Synoptic Key of Life for Biological Classification: SKOL Part 1

Formatting Species Identification Content and Embedding into a Vector Search Application

La Monte Henry Piggy Yarroll, Christopher A. Murphy, Jennifer Balasi, Shintaro Osuga

Fall Term, 2024

Project Overview

This project enhanced a scientific literature search platform for mycology articles by integrating modern natural language processing (NLP) techniques. The goal was to improve the retrieval of relevant fungal taxonomy literature based on formal descriptions submitted by researchers.

The team extended two existing open-source and domain-specific search tools (SKOL, MycoSearch), standardizing content structure (Taxon class), embedding species names and descriptions, and applying cosine similarity.

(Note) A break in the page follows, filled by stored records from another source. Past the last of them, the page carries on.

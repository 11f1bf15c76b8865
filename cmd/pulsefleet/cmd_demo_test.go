package main

import (
	"bytes"
	"context"
	"github.com/pulsefleet/pulsefleet/internal/caution"
	"strings"
	"sync"
	"testing"
	"time"
)

// watchWriter collects output and closes found once it contains want.
type watchWriter struct {
	mu    sync.Mutex
	buf   bytes.Buffer
	want  string
	found chan struct{}
	once  sync.Once
}

func (w *watchWriter) Write(p []byte) (int, error) {
	w.mu.Lock()
	defer w.mu.Unlock()
	n, err := w.buf.Write(p)
	if strings.Contains(w.buf.String(), w.want) {
		w.once.Do(func() { close(w.found) })
	}
	return n, err
}

func (w *watchWriter) String() string {
	w.mu.Lock()
	defer w.mu.Unlock()
	return w.buf.String()
}

// The demo starts with no setup, says it is not certified, prints where it
// is, shows its devices live and announces the scripted desaturation of bed
// 3 as a spo2_low alarm; stopping it (Ctrl-C) is clean. The scenario runs 4x
// faster than wall time here so the alarm (about 45 s of scenario time:
// ramp below 90 % by ~29 s plus the profile's 15 s delay) comes sooner; the
// bound below is generous and only guards against a hang.
func TestDemoShowsDevicesAndAnAlarm(t *testing.T) {
	out := &watchWriter{want: "alarm announced: larkspur-bed-03 spo2_low", found: make(chan struct{})}
	var errb bytes.Buffer
	ctx, cancel := context.WithCancel(context.Background())
	defer cancel()
	done := make(chan int, 1)
	go func() {
		done <- run(ctx, []string{"demo", "--speed", "4"}, stdio{in: strings.NewReader(""), out: out, err: &errb})
	}()
	select {
	case <-out.found:
	case code := <-done:
		t.Fatalf("demo ended early with %d: %s\n%s", code, out.String(), errb.String())
	case <-time.After(3 * time.Minute):
		cancel()
		<-done
		t.Fatalf("no spo2_low announcement from bed 3:\n%s\n%s", out.String(), errb.String())
	}
	cancel() // as Ctrl-C does
	if code := <-done; code != 0 {
		t.Fatalf("demo exit %d after stop: %s", code, errb.String())
	}
	got := out.String()
	for _, want := range []string{caution.Line, "web page: http://127.0.0.1:", "metrics:  http://127.0.0.1:",
		"gRPC:     127.0.0.1:", "live: ", "pulsefleet demo: stopped."} {
		if !strings.Contains(got, want) {
			t.Errorf("demo output lacks %q:\n%s", want, got)
		}
	}
}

The project is owned and led by fellow student collaborator La Monte Henry Piggy Yarroll.

Problem Statement

How can researchers efficiently retrieve relevant fungal species descriptions from dense, multilingual academic literature, particularly when traditional keyword search methods fall short?

Methods

Labeled ~79k paragraphs and standardized them into a dataset with metadata; sanity-checked structure via paragraph-distance visuals.
Built a Taxon class to group name + description, attach metadata (file/page), and format records for transformer input.
Created embeddings for "Taxon" content and user queries; ranked results with cosine similarity.

Key Learnings

Vector search vastly outperforms keyword search when working with scientific text.
Structuring unstructured data (via the Taxon class) is critical for reliable embeddings.
A multi-stage pipeline (manual + model labeling + visual validation) ensures data quality.
Sentence transformers like SBERT are performant for domain-specific semantic search.

Visualizations

Competencies Employed

Python Coding

Developing data pipelines, machine learning models, and automation tools using Python’s data science ecosystem (e.g., pandas, scikit-learn, TensorFlow)

Research

Locate and leverage active research to communicate technology trends.

Vector Embeddings

Creating and using vector representations of text to support semantic search and similarity matching.

LLM Integration

Connecting large language models (LLMs) to applications via APIs (e.g., OpenAI, Anthropic, Gemini).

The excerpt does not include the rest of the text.